▶ Aim of the exercise
When you reach the line containing "exceeds the motor" in the records below, start copying exactly, and stop once you have copied the line containing "const limitNm = chargeLimitTorqueAt(limits, speed)".

▶ Records excerpted from a collection
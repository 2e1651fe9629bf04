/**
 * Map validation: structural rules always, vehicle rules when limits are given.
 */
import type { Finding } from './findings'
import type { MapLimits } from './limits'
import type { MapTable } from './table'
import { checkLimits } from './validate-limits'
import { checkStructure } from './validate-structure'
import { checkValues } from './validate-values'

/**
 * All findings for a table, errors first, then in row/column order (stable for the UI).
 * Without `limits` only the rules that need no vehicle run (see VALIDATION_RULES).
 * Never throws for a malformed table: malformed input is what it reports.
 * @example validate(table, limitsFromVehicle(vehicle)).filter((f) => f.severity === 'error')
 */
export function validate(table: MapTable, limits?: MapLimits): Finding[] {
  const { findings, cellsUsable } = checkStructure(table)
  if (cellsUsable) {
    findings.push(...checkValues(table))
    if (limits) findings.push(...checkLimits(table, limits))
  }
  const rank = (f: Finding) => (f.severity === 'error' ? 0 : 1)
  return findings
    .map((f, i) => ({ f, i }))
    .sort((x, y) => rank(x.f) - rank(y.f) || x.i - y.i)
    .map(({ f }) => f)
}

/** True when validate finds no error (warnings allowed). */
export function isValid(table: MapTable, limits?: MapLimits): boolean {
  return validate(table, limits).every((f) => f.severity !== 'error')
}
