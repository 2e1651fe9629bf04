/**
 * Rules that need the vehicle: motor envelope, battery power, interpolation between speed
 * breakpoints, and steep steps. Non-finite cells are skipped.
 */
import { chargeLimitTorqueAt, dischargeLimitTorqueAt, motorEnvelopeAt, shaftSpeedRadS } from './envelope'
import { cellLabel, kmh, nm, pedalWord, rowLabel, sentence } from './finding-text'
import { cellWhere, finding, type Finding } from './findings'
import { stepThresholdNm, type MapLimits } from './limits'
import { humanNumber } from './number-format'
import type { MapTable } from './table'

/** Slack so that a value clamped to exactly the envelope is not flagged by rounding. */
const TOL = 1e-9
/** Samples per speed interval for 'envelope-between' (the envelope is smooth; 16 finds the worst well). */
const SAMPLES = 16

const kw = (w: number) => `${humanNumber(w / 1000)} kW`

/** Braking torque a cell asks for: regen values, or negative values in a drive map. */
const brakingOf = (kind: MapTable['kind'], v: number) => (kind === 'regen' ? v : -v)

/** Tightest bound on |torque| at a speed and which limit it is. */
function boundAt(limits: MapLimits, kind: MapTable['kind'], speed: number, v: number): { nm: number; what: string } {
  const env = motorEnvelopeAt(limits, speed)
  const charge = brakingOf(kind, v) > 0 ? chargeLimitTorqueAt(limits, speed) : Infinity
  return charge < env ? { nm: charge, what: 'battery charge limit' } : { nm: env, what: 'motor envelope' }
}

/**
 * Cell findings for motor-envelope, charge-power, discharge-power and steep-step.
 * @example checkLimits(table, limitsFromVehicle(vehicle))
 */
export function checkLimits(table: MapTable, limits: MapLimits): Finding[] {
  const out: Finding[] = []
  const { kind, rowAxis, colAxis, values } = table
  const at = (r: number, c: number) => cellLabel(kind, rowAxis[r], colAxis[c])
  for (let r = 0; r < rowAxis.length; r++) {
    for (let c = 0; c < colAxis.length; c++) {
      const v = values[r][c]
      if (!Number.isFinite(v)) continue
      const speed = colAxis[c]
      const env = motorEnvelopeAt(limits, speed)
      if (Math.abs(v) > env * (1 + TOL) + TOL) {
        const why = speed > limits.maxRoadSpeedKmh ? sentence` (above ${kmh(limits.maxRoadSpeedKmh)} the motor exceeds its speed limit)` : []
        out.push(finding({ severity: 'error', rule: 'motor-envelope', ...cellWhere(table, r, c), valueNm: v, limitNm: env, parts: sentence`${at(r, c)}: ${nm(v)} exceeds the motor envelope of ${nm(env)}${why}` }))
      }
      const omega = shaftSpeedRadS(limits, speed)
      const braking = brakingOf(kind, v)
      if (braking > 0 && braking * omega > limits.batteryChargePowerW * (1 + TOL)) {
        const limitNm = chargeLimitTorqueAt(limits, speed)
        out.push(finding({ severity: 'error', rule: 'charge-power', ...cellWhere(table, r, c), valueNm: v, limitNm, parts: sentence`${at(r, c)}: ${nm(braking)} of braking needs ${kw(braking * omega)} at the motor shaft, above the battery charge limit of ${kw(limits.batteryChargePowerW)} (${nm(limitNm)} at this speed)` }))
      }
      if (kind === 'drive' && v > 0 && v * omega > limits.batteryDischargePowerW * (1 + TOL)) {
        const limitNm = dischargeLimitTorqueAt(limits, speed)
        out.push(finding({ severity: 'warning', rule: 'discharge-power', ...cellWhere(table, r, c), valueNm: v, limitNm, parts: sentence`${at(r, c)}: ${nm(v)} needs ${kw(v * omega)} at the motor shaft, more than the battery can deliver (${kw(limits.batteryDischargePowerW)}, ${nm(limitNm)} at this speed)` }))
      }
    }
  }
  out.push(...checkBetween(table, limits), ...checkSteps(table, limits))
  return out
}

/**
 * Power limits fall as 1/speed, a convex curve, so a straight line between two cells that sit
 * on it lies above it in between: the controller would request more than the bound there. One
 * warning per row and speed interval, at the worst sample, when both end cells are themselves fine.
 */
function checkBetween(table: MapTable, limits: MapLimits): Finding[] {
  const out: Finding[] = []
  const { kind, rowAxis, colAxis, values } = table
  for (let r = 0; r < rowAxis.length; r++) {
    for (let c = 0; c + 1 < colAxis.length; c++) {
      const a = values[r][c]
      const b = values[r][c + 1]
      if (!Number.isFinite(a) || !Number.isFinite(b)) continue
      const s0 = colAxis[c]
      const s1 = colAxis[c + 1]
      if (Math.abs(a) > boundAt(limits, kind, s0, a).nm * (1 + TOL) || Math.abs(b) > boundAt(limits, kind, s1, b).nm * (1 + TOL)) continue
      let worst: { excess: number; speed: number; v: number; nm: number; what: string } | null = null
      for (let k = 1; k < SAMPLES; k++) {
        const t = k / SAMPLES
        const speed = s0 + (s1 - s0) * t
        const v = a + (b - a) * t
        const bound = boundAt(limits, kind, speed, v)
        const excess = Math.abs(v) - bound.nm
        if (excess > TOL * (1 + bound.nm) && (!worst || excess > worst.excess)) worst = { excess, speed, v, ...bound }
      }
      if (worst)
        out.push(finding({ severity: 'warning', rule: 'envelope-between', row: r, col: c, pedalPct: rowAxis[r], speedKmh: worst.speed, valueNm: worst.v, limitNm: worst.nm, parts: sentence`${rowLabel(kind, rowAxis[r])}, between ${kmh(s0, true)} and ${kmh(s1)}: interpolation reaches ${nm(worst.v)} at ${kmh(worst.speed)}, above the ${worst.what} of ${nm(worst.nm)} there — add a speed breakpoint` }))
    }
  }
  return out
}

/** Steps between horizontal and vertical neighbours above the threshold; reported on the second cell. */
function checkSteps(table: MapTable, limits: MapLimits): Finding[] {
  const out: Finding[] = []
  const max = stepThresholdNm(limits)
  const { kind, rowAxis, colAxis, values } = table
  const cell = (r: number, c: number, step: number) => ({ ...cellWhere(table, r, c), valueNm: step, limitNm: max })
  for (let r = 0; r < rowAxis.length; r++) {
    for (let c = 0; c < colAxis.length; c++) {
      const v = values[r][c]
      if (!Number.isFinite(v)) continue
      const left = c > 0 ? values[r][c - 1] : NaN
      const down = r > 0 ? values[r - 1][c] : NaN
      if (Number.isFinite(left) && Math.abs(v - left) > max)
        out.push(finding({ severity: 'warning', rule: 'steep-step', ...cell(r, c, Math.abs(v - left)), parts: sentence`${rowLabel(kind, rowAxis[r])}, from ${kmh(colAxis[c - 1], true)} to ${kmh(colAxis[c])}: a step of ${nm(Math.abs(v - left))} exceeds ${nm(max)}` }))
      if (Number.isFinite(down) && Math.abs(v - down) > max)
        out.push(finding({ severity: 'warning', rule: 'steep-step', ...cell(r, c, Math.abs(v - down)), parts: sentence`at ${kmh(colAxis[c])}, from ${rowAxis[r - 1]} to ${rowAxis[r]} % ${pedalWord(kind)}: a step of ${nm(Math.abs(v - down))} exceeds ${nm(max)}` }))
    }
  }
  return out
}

▶ Result for this exercise
        out.push(finding({ severity: 'error', rule: 'motor-envelope', ...cellWhere(table, r, c), valueNm: v, limitNm: env, parts: sentence`${at(r, c)}: ${nm(v)} exceeds the motor envelope of ${nm(env)}${why}` }))
      }
      const omega = shaftSpeedRadS(limits, speed)
      const braking = brakingOf(kind, v)
      if (braking > 0 && braking * omega > limits.batteryChargePowerW * (1 + TOL)) {
        const limitNm = chargeLimitTorqueAt(limits, speed)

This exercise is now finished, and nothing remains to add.